To be fair it probably wouldn't happen, well not with not tightwad arses like Skyscraper anyway. $5 on a $100 meal - what a cheapskate shithead.


----------



## Dr. Furface (Jul 30, 2008)

Sadly, I think you're right - crap service is a major part of British culture, like shit public transport, and lots of other things that are rubbish that we put up with.


----------



## 1927 (Jul 30, 2008)

skyscraper101 said:


> Fuck all that. Tipping should be something extra you pay because someone put in the _extra_ effort when working.
> 
> But tipping 15% automatically just because the government expects them to be tipped and then justifies paying _lower_ minimum wage? Thats bullshit. And what it then does is lower the standard of service whereby waiting staff simply have to just do their job to get an extra reward, and if you don't tip, you're more likely to get inferior service the next time.
> 
> Its bollocks. Why should I endorse their policy through automatically tipping some 'socially' required minimum just because the government refuses to pay them as equally as a street cleaner?



Look at it like this.

When it says $20 on the menu, it is actually $23, but they would like you to give the $3 direct to the waiter to save them the hassle.

If you dont agree with the culture don't go there. simple as.


----------



## Yuwipi Woman (Jul 30, 2008)

1927 said:


> Look at it like this.
> 
> When it says $20 on the menu, it is actually $23, but they would like you to give the $3 direct to the waiter to save them the hassle.
> 
> If you dont agree with the culture don't go there. simple as.



Its not as bad parts of Mexico.  You have to tip your boss in many jobs such as manufacturing.  Often a bottle of booze or some such is expected here and there just as a gratuity for having a job.


----------



## spring-peeper (Jul 30, 2008)

1927 said:


> Look at it like this.
> 
> When it says $20 on the menu, it is actually $23, but they would like you to give the $3 direct to the waiter to save them the hassle.
> 
> If you dont agree with the culture don't go there. simple as.

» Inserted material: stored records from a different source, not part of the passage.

/** Time-left estimate of the running stage from its own rate so far. Pure. */
export function timeLeftS(run: { status: string; done: number; total: number; stageStartedMs: number }, nowMs: number): number | null {
  if (run.status !== 'running' || run.total <= 1 || run.done <= 0 || run.done >= run.total) return null;
  const elapsed = (nowMs - run.stageStartedMs) / 1000;
  if (elapsed < 0.5) return null;
  return Math.max(1, Math.round((elapsed / run.done) * (run.total - run.done)));
}
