/**
 * The period and its weather: one design day, a range of days, or the whole year of a weather
 * file; clear sky with a design-day air temperature curve, or an hourly weather file (.epw, .csv).
 */
import { useViewer } from '../state/store.ts';
import {
  airTempRangeOf, dateRangeOf, designDayOf, periodKindOf, setClearSkyWeather, setDateRange, setDesignDay, setWholeYear, weatherFileOf, type PeriodKind, type ProjectDoc,
} from '../state/projectDoc.ts';
import { NumberField } from './NumberField.tsx';
import { fromSI, toSI, unitLabel } from '../colour/units.ts';
import { openWeatherFile } from '../compute/session.ts';
import { heavy } from '../state/heavy.ts';

export function WeatherPanel() {
  const doc = useViewer((s) => s.doc);
  const units = useViewer((s) => s.units);
  const setDoc = useViewer((s) => s.setDoc);
  const set = useViewer((s) => s.set);
  if (!doc) return null;
  const kind = periodKindOf(doc);
  const day = designDayOf(doc);
  const { startDate, endDate } = dateRangeOf(doc);
  const { minC, maxC } = airTempRangeOf(doc);
  const w = doc.weather.source === 'clear-sky' ? doc.weather : null;
  const file = weatherFileOf(doc);
  const fileReady = file !== null && heavy.weatherFile?.name === file;
  const T = unitLabel('temperature', units);
  const V = unitLabel('speed', units);
  const tryDoc = (f: () => ProjectDoc) => {
    try {
      setDoc(f());
    } catch (err) {
      set({ notice: { kind: 'error', text: err instanceof Error ? err.message : String(err) } });
    }
  };
  const setKind = (k: PeriodKind) => {
    if (k === 'year') tryDoc(() => setWholeYear(doc));
    else if (k === 'day') tryDoc(() => setDesignDay(doc, day || `${new Date().getFullYear()}-07-21`));
    else {
      const s0 = day || `${new Date().getFullYear()}-07-21`;
      const e0 = new Date(Date.parse(`${s0}T12:00:00Z`) + 6 * 86_400_000).toISOString().slice(0, 10);
      tryDoc(() => setDateRange(doc, s0, e0));
    }
  };
  return (
    <section className="panel" aria-labelledby="h-weather">
      <h2 id="h-weather">Period and weather</h2>
      <div className="field">
        <label htmlFor="period-kind">Period</label>
        <select id="period-kind" data-testid="period-kind" value={kind} onChange={(e) => setKind(e.target.value as PeriodKind)}>
          <option value="day">one design day</option>
          <option value="range">a range of days</option>
          <option value="year" disabled={file === null}>the whole year (weather file)</option>
        </select>
      </div>
      {kind === 'day' && (
        <div className="field">
          <label htmlFor="design-day">Design day</label>
          <input id="design-day" type="date" value={day} onChange={(e) => e.target.value && tryDoc(() => setDesignDay(doc, e.target.value))} />
        </div>
      )}
      {kind === 'range' && (
        <div className="row">
          <div className="field">
            <label htmlFor="first-day">First day</label>
            <input id="first-day" data-testid="first-day" type="date" value={startDate} onChange={(e) => e.target.value && tryDoc(() => setDateRange(doc, e.target.value, endDate < e.target.value ? e.target.value : endDate))} />
          </div>
          <div className="field">
            <label htmlFor="last-day">Last day</label>
            <input id="last-day" data-testid="last-day" type="date" value={endDate} min={startDate} onChange={(e) => e.target.value && tryDoc(() => setDateRange(doc, startDate, e.target.value))} />
          </div>
        </div>
      )}
      <div className="weather-source" role="radiogroup" aria-label="Weather">
        <label>
          <input type="radio" name="weather-source" checked={w !== null} onChange={() => tryDoc(() => setClearSkyWeather(doc, {}))} /> clear sky
        </label>
        <label>
          <input type="radio" name="weather-source" checked={file !== null} disabled={!heavy.weatherFile} onChange={() => heavy.weatherFile && tryDoc(() => ({ ...doc, weather: { source: 'file', file: heavy.weatherFile!.name } }))} />
          weather file
        </label>
      </div>
      <div className="field">
        <label htmlFor="weather-file" className="button">{heavy.weatherFile ? 'Another weather file…' : 'Open a weather file…'}</label>
        <input
          id="weather-file"
          data-testid="weather-file"
          className="visually-hidden"
          type="file"
          accept=".epw,.csv"
          aria-label="Open an hourly weather file (.epw or .csv)"
          onChange={(e) => {
            const f = e.target.files?.[0];
            e.target.value = '';
            if (f) void openWeatherFile(f);
          }}
        />
      </div>
      {file !== null && (
        <p className="small" data-testid="weather-file-name">
          Hourly weather from {file}
          {fileReady ? '' : ' (not opened in this session: open it again to run)'}. Air temperature, humidity, wind and sunlight come from the file.
        </p>
      )}
      {w && (
        <>
          <div className="row">
            <NumberField label="Air temperature, lowest" unit={T} value={fromSI('temperature', minC, units)} digits={1} testId="air-min" onCommit={(v) => setDoc(setClearSkyWeather(doc, { minC: toSI('temperature', v, units) }))} />
            <NumberField label="Air temperature, highest" unit={T} value={fromSI('temperature', maxC, units)} digits={1} testId="air-max" onCommit={(v) => setDoc(setClearSkyWeather(doc, { maxC: toSI('temperature', v, units) }))} />
          </div>
          <div className="row">
            <NumberField label="Relative humidity" unit="%" value={w.relativeHumidityPct ?? 50} min={1} max={100} digits={0} onCommit={(v) => setDoc(setClearSkyWeather(doc, { relativeHumidityPct: v }))} />
            <NumberField label="Wind at 10 m" unit={V} value={fromSI('speed', w.windMs ?? 2, units)} min={0} max={fromSI('speed', 40, units)} digits={1} onCommit={(v) => setDoc(setClearSkyWeather(doc, { windMs: toSI('speed', v, units) }))} />
          </div>
          <p className="small muted">Clear sky every day; the air temperature follows a daily curve between the two values.</p>
        </>
      )}
    </section>
  );
}
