/** Run and cancel the audit; progress with stage names and an estimate of the time left. */
import { useEffect, useState } from 'react';
import { useViewer } from '../state/store.ts';
import { cancelRun, startRun } from '../compute/session.ts';
import { checkDoc } from '../state/projectDoc.ts';
import { timeLeftS } from './progress.ts';

export function RunPanel() {
  const run = useViewer((s) => s.run);
  const doc = useViewer((s) => s.doc);
  const stale = useViewer((s) => s.resultsStale);
  const [now, setNow] = useState(Date.now());
  useEffect(() => {
    if (run.status !== 'running') return;
    const t = setInterval(() => setNow(Date.now()), 500);
    return () => clearInterval(t);
  }, [run.status]);
  const check = doc ? checkDoc(doc) : null;
  const frac = run.total > 0 ? run.done / run.total : 0;
  const left = timeLeftS(run, now);
  return (
    <section className="panel" aria-labelledby="h-run">
      <h2 id="h-run">Run the audit</h2>
      {check && !check.ok && <p className="field-error" role="alert">{check.message}</p>}
      <div className="row">
        <button type="button" className="primary" onClick={startRun} disabled={run.status === 'running' || !check?.ok}>
          {run.status === 'done' ? 'Run again' : 'Run'}
        </button>
        <button type="button" onClick={cancelRun} disabled={run.status !== 'running'}>Cancel (Esc)</button>
      </div>
      {run.status === 'running' && (
        <div className="progress" data-testid="progress">
          <p className="small">
            <strong>{run.stage}</strong> {run.total > 1 ? `· ${run.done} of ${run.total}` : ''}
          </p>
          <progress value={frac} max={1} aria-label={`Progress of “${run.stage}”`} />
          <p className="small muted">
            {Math.round((now - run.startedMs) / 1000)} s so far{left !== null ? ` · about ${left} s left in this stage` : ''}
          </p>
          {run.stagesDone.length > 0 && <p className="small muted">Done: {run.stagesDone.join(' · ')}</p>}
        </div>
      )}
      {run.status === 'done' && (
        <p className="small" data-testid="run-done">
          Finished in {run.elapsedS.toFixed(run.elapsedS < 10 ? 1 : 0)} s
          {run.reused !== 'none' ? ' (reused the geometry pass)' : run.traceWorkers > 0 ? ` (traced on ${run.traceWorkers} workers)` : ''}.{stale ? ' The project has changed since: run again to update the colours.' : ''}
        </p>
      )}
      {run.status === 'cancelled' && <p className="small">Cancelled.</p>}
      {run.status === 'failed' && <p className="field-error" role="alert">{run.message}</p>}
    </section>
  );
}
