/** Materials: pick a surface (click or list), choose its preset; the view shows assignments by colour. */
import { useMemo } from 'react';
import { useViewer } from '../state/store.ts';
import { heavy } from '../state/heavy.ts';
import { assignedPreset, materialEntryOf, setDefaultMaterial, setMaterial, setMaterialOverrides } from '../state/projectDoc.ts';
import { MATERIAL_PRESETS, materialPresetIds } from '../../physics/materials.ts';
import { presetPerSurface, presetsInUse } from '../scene/surfaceTones.ts';
import { categoryColour, rgbCss } from '../colour/scales.ts';
import { MaterialEditor } from './MaterialEditor.tsx';

const PRESET_IDS = materialPresetIds();

/** A preset id the lists know ('custom' entries without a preset fall back to the default). */
function presetIdOf(id: string): string {
  return MATERIAL_PRESETS[id] ? id : 'concrete-light';
}

function presetLabel(id: string): string {
  return MATERIAL_PRESETS[id]?.name ?? id;
}

export function SurfacesPanel() {
  const doc = useViewer((s) => s.doc);
  const modelVersion = useViewer((s) => s.modelVersion);
  const selected = useViewer((s) => s.selectedSurface);
  const viewMode = useViewer((s) => s.viewMode);
  const tool = useViewer((s) => s.tool);
  const set = useViewer((s) => s.set);
  const setDoc = useViewer((s) => s.setDoc);
  const m = heavy.model;
  const per = useMemo(() => (doc && m ? presetPerSurface(doc, m) : []), [doc, m, modelVersion]);
  if (!doc || !m) return null;
  const used = presetsInUse(per);
  const firstMat = (s: number): string => {
    const t = m.surfaceIds.indexOf(s);
    return t >= 0 ? m.materialNames[m.materialIds[t]!] ?? '' : '';
  };
  const sel = selected !== null && selected < m.surfaceNames.length ? selected : null;
  const selName = sel !== null ? m.surfaceNames[sel]! : '';
  const selMat = sel !== null ? firstMat(sel) : '';
  const a = sel !== null ? assignedPreset(doc, selName, selMat) : null;
  const defaultPreset = typeof doc.defaultMaterial === 'string' ? doc.defaultMaterial : 'concrete-light';
  return (
    <section className="panel" aria-labelledby="h-surfaces">
      <h2 id="h-surfaces">Surfaces and materials</h2>
      <div className="row">
        <button type="button" aria-pressed={tool === 'pickSurface'} onClick={() => set({ tool: tool === 'pickSurface' ? 'look' : 'pickSurface', viewMode: viewMode === 'results' ? 'materials' : viewMode })}>
          {tool === 'pickSurface' ? 'Picking… (Esc)' : 'Pick in view'}
        </button>
        <button type="button" aria-pressed={viewMode === 'materials'} onClick={() => set({ viewMode: viewMode === 'materials' ? 'model' : 'materials' })}>
          Colour by material
        </button>
      </div>
      <div className="field">
        <label htmlFor="surface-list">Surface</label>
        <select id="surface-list" value={sel === null ? '' : String(sel)} onChange={(e) => set({ selectedSurface: e.target.value === '' ? null : Number(e.target.value) })}>
          <option value="">— choose a surface —</option>
          {m.surfaceNames.map((n, i) => (
            <option key={n} value={i}>{n}</option>
          ))}
        </select>
      </div>
      {sel !== null && a && (
        <div className="assign">
          <p className="small muted">
            Model material: {selMat || '(none)'} · set {a.key === null ? 'by the default' : a.key === selName ? 'for this surface' : `for material “${a.key}”`}
          </p>
          <div className="field">
            <label htmlFor="preset-surface">Preset for this surface</label>
            <select id="preset-surface" value={a.key === selName ? presetIdOf(a.preset) : ''} onChange={(e) => setDoc(e.target.value === '' ? setMaterial(doc, selName, null) : setMaterialOverrides(doc, selName, e.target.value, materialEntryOf(doc, selName)?.overrides ?? {}))}>
              <option value="">(follow its material)</option>
              {PRESET_IDS.map((id) => (
                <option key={id} value={id}>{presetLabel(id)}</option>
              ))}
            </select>
          </div>
          <MaterialEditor
            doc={doc}
            entryKey={a.key ?? selName}
            fallbackPreset={presetIdOf(a.preset)}
            what={a.key === null || a.key === selName ? 'this surface' : `every “${a.key}” surface`}
          />
          {selMat && (
            <div className="field">
              <label htmlFor="preset-material">Preset for every “{selMat}” surface</label>
              <select id="preset-material" value={materialEntryOf(doc, selMat)?.preset ?? ''} onChange={(e) => setDoc(e.target.value === '' ? setMaterial(doc, selMat, null) : setMaterialOverrides(doc, selMat, e.target.value, materialEntryOf(doc, selMat)?.overrides ?? {}))}>
                <option value="">(use the default)</option>
                {PRESET_IDS.map((id) => (
                  <option key={id} value={id}>{presetLabel(id)}</option>
                ))}
              </select>
            </div>
          )}
        </div>
      )}
      <div className="field">
        <label htmlFor="preset-default">Default for everything else</label>
        <select id="preset-default" value={defaultPreset} onChange={(e) => setDoc(setDefaultMaterial(doc, e.target.value))}>
          {PRESET_IDS.map((id) => (
            <option key={id} value={id}>{presetLabel(id)}</option>
          ))}
        </select>
      </div>
      {viewMode === 'materials' && (
        <ul className="swatches" aria-label="Material colours in the view">
          {used.map((p, i) => (
            <li key={p}>
              <span className="swatch" style={{ background: rgbCss(categoryColour(i)) }} aria-hidden="true" />
              {presetLabel(p)}
            </li>
          ))}
        </ul>
      )}
    </section>
  );
}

Actually, it may say $20 on the menu, but you forgot to add the sales tax on top of that.  Then you add the tip.


----------



## FridgeMagnet (Jul 30, 2008)

Dr. Furface said:


> I don't like having to tip but when I'm in the US I'm usually impressed by the standard of service in bars and restaurants, both the pleasantness of the staff and their efficiency, so I don't mind so much. When you come back you really notice how bad the standards of service generally are here, and it makes me wish that we operated the same system. If we did you certainly wouldn't get the kind of miserable, surly, rude and slow service that is so commonplace here that we just about take it for granted.



To be honest, long term, I've not noticed very much difference. Initially in the US I thought "wow everyone in retail is really keen" but I think it's just the novelty of some of the standard phrases, which you are used to over here and just blank out.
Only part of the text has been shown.